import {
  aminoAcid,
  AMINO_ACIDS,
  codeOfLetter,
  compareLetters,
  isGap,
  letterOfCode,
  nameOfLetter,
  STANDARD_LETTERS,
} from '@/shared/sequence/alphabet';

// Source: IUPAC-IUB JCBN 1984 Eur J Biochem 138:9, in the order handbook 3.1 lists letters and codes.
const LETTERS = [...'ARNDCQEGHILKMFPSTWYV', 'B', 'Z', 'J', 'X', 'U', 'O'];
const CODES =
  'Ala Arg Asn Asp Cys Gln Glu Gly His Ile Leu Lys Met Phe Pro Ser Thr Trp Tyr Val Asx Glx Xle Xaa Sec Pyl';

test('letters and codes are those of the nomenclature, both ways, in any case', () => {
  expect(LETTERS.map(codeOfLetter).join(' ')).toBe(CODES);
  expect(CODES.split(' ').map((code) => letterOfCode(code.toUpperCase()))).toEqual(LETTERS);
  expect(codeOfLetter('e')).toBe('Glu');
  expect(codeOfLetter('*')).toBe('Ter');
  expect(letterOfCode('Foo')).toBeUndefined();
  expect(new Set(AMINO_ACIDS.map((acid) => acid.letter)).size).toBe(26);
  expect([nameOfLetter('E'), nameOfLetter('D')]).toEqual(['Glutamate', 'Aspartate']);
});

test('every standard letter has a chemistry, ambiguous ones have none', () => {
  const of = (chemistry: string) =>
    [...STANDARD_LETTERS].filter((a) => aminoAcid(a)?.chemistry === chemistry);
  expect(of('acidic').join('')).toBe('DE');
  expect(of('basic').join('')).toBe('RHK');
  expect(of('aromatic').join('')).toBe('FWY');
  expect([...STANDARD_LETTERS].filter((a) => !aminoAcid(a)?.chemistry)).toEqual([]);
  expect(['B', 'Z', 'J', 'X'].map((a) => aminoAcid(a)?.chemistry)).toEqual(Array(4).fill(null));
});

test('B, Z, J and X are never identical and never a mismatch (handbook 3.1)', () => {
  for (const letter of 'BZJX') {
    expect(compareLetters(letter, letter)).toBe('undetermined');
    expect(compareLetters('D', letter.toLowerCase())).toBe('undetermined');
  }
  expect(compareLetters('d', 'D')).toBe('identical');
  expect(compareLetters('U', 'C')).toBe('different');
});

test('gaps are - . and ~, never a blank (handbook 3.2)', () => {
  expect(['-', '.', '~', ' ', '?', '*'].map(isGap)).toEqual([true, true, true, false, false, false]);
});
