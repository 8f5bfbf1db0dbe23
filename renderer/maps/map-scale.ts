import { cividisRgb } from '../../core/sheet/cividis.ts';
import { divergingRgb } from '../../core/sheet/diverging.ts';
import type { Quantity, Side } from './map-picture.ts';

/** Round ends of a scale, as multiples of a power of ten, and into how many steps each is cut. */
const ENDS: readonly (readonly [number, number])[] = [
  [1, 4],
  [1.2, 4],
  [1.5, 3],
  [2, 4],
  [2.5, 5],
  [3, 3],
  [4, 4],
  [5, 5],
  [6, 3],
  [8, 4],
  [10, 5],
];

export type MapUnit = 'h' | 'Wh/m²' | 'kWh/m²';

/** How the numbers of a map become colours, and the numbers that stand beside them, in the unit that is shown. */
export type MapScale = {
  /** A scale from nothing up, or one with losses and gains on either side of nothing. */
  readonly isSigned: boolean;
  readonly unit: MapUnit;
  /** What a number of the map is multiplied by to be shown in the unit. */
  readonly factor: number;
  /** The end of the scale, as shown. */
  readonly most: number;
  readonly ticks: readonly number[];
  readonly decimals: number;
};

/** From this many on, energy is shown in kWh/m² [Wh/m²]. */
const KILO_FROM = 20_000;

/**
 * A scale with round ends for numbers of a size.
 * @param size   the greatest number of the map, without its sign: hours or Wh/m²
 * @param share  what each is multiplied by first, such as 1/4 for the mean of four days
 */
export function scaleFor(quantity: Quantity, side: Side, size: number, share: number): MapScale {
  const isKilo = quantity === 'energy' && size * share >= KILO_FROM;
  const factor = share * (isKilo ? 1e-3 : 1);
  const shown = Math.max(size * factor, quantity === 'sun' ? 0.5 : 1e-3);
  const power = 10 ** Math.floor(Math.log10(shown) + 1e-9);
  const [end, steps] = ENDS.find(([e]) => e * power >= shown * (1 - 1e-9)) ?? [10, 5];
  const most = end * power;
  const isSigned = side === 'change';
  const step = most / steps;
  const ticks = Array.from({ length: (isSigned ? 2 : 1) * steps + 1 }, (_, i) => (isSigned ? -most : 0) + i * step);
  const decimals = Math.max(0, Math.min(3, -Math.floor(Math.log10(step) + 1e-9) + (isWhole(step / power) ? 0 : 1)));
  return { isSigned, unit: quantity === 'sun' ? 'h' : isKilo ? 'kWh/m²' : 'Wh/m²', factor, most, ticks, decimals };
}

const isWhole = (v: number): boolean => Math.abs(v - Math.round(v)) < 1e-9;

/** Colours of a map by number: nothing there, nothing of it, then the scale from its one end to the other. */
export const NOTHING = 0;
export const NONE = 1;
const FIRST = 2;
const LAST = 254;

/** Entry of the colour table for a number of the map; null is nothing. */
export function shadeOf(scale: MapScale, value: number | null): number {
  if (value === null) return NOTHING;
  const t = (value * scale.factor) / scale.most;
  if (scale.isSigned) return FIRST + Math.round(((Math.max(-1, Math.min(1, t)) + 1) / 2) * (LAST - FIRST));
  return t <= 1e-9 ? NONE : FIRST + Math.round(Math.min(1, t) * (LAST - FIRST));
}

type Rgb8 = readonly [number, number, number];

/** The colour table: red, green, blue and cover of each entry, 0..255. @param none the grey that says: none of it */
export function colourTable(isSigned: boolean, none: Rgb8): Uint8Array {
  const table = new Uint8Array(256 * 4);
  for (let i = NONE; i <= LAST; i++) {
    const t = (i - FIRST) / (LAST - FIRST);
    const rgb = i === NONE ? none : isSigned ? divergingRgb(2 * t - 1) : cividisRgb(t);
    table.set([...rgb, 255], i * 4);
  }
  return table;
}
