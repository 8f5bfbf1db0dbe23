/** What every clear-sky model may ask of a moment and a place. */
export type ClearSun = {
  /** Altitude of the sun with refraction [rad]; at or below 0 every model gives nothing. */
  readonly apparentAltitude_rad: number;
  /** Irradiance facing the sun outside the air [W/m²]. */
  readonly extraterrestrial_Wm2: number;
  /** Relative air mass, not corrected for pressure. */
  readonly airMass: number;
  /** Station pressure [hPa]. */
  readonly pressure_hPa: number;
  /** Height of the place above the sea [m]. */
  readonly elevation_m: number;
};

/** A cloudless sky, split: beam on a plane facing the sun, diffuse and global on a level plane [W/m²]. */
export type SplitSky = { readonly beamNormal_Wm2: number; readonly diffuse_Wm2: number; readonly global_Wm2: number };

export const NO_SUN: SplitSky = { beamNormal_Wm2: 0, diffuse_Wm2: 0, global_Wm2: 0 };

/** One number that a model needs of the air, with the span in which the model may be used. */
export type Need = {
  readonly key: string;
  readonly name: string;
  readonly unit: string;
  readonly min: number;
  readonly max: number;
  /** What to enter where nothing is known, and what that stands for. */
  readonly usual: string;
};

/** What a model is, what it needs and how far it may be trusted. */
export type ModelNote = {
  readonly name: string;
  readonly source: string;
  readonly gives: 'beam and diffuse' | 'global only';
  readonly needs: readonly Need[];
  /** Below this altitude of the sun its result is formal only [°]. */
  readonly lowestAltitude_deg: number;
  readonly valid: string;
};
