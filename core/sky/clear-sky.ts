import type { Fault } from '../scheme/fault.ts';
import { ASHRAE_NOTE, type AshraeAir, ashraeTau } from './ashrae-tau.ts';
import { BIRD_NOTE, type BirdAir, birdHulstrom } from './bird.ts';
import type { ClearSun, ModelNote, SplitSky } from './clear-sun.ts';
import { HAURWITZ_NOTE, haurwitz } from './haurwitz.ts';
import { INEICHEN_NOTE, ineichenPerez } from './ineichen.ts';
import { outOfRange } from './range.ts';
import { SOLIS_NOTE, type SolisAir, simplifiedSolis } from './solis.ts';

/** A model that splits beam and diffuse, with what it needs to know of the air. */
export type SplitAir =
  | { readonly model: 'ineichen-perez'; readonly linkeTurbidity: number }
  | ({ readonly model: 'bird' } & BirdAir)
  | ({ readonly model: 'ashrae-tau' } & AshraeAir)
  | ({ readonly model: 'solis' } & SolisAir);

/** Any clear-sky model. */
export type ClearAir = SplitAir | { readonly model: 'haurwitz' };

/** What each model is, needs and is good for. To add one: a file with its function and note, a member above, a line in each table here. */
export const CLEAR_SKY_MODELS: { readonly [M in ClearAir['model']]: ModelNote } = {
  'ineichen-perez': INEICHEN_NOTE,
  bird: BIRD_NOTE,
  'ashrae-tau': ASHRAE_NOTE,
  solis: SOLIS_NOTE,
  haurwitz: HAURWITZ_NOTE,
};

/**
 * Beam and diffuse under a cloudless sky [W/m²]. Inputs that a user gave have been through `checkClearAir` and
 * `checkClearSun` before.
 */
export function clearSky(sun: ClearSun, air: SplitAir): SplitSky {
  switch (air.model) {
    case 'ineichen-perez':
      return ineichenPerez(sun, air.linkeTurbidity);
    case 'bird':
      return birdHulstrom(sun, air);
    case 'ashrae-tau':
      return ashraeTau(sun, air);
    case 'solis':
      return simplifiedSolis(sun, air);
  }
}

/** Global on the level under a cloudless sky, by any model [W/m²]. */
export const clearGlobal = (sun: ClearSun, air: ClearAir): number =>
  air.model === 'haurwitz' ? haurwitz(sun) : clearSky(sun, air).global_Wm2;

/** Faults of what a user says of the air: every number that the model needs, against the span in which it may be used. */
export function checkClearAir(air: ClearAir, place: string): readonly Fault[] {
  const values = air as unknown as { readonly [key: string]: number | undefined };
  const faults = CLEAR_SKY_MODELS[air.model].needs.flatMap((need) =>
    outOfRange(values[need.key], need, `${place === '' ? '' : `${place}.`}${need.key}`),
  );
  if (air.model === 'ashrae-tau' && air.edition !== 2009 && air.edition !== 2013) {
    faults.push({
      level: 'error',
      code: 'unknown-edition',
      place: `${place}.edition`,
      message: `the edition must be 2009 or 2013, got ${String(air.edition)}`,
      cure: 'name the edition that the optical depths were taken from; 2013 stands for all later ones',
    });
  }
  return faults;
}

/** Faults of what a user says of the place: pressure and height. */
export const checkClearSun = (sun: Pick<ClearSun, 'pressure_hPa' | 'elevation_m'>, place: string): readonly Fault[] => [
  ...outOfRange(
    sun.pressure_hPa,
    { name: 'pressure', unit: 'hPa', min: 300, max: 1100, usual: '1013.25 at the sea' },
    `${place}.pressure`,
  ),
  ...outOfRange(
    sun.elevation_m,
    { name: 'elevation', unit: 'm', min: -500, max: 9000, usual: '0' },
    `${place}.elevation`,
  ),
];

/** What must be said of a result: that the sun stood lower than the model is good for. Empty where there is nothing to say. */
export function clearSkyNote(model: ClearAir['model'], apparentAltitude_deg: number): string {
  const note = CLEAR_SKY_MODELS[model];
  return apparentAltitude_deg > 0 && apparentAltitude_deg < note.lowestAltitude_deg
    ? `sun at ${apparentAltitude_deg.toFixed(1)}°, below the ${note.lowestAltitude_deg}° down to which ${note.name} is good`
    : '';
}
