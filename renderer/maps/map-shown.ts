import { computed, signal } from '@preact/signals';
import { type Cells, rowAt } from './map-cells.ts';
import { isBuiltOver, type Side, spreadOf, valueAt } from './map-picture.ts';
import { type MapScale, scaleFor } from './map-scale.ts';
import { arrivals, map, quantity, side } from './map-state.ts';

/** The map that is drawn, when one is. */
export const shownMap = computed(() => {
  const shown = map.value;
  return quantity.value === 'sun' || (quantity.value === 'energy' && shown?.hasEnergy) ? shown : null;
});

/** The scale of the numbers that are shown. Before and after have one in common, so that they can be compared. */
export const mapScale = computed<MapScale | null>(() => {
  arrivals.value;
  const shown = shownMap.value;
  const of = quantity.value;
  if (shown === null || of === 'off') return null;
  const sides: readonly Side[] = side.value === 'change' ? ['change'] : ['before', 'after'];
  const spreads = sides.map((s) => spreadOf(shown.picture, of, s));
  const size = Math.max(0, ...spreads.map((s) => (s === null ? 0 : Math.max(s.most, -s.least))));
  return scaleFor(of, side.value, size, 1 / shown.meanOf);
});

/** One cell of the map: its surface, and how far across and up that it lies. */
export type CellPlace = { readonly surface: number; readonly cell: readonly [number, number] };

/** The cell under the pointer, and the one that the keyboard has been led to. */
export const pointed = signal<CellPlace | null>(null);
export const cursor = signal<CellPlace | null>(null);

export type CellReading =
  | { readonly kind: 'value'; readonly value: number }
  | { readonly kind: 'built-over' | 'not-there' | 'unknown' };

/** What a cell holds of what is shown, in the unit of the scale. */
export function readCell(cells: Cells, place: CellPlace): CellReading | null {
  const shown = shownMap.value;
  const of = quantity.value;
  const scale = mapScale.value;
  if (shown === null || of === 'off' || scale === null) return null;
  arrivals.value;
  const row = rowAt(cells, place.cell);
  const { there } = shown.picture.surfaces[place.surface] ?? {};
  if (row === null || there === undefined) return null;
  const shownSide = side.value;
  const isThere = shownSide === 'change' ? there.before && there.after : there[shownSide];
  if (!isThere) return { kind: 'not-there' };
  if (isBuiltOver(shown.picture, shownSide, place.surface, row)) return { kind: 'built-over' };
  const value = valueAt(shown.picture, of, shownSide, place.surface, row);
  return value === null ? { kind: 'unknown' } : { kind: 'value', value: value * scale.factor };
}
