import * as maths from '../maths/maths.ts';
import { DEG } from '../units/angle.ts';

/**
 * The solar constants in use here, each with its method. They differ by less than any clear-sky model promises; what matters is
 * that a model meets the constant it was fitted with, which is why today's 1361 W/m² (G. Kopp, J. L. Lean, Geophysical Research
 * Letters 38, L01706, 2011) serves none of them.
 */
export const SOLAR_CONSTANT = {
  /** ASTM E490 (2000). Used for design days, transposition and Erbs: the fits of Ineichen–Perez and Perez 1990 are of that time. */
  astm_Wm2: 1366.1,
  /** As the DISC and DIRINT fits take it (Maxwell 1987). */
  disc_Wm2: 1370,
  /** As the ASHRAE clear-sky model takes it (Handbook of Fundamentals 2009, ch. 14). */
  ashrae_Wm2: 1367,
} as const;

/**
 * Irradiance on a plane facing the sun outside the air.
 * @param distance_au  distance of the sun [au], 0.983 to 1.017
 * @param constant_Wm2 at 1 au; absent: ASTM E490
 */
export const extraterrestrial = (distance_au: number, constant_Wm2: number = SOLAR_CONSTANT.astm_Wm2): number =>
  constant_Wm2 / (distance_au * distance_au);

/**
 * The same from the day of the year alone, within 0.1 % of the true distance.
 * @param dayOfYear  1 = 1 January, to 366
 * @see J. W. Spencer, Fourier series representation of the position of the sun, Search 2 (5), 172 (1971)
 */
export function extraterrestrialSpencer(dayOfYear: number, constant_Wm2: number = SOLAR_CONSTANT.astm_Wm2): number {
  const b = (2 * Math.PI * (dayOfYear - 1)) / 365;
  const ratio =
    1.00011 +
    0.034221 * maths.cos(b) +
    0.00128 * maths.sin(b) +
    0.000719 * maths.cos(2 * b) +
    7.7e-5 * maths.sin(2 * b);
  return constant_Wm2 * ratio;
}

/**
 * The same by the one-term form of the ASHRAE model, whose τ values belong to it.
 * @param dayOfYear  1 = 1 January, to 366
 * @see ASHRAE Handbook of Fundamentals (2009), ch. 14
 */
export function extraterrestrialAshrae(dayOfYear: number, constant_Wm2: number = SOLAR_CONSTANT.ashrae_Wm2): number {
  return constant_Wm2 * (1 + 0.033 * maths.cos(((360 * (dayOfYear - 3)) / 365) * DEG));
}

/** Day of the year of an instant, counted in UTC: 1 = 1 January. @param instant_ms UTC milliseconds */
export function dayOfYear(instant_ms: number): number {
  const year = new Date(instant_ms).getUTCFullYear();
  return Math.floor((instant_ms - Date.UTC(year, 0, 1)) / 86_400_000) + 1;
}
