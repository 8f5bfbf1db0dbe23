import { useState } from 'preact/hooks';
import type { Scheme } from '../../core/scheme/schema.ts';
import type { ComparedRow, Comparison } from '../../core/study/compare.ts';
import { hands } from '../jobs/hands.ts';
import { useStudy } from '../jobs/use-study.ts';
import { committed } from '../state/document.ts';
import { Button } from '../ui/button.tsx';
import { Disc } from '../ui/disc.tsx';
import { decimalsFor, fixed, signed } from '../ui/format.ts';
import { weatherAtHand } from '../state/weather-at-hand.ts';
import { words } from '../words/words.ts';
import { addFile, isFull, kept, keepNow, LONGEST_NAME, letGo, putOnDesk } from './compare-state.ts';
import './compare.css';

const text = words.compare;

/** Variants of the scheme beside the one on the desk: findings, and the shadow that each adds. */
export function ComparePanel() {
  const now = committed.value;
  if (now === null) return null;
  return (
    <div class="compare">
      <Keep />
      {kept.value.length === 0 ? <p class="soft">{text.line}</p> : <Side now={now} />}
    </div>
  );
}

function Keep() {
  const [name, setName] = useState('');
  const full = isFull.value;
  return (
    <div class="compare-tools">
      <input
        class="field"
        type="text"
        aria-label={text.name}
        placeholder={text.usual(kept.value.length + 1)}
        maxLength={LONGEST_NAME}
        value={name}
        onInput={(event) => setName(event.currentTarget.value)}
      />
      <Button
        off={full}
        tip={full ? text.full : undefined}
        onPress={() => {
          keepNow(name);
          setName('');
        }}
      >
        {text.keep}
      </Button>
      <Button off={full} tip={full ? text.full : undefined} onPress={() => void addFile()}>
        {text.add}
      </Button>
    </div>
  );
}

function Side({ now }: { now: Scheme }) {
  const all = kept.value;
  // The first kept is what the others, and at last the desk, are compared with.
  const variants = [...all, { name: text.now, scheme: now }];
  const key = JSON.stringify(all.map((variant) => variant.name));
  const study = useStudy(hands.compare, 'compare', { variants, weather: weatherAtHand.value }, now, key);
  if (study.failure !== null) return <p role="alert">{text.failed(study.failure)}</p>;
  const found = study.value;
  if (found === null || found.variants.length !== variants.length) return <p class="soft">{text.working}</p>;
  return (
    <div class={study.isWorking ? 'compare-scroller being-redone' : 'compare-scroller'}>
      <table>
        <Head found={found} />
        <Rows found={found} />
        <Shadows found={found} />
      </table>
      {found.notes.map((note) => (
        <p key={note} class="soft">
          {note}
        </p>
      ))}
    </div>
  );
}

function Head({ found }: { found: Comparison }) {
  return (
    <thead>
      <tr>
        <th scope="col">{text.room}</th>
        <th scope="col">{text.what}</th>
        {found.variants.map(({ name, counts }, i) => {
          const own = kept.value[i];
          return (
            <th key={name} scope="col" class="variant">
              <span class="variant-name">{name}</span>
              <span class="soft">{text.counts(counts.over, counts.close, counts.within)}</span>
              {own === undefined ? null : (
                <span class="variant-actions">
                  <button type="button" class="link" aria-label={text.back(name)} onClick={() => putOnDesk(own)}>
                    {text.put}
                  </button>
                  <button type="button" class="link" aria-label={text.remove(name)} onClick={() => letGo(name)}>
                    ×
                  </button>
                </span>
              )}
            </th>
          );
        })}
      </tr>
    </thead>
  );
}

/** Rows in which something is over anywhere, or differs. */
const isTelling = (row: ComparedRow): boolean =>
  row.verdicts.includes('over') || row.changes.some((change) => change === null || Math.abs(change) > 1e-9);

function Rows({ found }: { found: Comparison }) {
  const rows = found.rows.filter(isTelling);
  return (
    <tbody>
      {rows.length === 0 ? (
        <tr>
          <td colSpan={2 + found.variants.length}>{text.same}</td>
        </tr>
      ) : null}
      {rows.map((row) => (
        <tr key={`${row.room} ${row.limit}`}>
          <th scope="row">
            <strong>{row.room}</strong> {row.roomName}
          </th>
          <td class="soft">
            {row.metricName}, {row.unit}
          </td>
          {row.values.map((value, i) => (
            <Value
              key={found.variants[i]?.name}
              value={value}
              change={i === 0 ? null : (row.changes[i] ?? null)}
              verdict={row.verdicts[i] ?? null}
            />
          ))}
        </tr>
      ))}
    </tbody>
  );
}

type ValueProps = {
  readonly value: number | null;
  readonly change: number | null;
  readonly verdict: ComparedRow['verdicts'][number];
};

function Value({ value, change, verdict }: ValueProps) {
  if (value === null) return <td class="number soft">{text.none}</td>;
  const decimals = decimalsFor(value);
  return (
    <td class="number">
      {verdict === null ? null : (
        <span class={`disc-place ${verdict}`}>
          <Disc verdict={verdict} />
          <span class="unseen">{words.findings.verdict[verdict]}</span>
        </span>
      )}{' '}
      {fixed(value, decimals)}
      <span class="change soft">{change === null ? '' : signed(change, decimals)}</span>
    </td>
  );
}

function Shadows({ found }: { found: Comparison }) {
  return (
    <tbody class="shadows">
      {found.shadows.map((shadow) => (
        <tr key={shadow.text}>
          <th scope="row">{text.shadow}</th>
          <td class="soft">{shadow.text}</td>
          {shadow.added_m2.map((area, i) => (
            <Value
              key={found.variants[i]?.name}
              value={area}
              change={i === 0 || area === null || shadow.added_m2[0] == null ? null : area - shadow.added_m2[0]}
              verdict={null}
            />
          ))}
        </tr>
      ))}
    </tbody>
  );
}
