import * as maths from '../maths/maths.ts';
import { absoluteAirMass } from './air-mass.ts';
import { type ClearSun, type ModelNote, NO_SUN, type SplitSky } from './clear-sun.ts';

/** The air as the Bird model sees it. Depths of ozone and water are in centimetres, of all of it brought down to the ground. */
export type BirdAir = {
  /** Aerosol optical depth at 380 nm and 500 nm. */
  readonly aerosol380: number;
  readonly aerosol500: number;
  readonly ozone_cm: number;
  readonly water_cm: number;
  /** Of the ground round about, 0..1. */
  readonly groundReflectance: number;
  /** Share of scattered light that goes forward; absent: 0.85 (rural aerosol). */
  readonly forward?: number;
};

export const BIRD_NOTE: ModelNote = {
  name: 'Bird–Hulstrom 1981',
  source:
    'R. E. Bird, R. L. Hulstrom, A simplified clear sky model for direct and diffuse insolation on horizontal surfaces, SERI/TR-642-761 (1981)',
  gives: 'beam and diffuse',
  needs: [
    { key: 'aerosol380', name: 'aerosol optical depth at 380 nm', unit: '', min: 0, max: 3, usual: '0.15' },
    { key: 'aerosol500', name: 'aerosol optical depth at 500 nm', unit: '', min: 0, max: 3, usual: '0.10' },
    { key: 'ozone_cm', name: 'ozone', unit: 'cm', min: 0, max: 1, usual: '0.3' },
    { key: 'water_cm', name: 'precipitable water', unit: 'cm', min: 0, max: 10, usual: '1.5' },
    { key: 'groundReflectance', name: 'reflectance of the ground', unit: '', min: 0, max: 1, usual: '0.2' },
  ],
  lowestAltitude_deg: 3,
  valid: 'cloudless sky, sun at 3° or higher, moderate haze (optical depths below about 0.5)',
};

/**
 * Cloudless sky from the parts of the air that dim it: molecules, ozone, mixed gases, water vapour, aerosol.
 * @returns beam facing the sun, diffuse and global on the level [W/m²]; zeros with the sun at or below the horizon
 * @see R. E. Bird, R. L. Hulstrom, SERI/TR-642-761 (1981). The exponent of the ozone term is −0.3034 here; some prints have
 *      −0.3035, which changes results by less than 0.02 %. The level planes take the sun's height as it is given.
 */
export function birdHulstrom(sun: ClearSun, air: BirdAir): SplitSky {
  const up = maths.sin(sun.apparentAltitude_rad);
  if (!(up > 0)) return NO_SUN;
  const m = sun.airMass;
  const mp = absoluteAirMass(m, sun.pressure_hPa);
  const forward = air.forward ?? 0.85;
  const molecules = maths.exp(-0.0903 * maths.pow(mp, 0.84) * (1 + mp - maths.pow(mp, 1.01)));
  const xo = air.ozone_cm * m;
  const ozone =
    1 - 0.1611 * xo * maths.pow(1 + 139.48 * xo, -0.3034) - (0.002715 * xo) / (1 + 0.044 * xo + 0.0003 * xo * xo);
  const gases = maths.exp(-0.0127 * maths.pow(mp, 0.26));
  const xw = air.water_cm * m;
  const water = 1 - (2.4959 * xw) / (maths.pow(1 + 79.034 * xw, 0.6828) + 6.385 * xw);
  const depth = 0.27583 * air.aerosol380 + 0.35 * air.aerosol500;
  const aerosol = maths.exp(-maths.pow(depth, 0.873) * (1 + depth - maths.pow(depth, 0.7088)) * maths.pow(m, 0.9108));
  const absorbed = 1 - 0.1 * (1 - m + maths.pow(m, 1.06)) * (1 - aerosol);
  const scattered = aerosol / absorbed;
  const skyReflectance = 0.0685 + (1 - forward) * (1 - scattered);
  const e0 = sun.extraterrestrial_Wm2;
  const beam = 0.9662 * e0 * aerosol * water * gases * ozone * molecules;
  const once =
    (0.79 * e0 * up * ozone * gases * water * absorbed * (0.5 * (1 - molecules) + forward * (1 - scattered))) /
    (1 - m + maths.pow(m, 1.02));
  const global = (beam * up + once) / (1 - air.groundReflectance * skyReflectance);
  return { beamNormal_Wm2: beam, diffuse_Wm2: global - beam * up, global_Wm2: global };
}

◆ What to do ◆
Using the entries above, return each line in which the word "CellPlace" occurs.

◆ Task result ◆
export type CellPlace = { readonly surface: number; readonly cell: readonly [number, number] };
export const pointed = signal<CellPlace | null>(null);
export const cursor = signal<CellPlace | null>(null);
export function readCell(cells: Cells, place: CellPlace): CellReading | null {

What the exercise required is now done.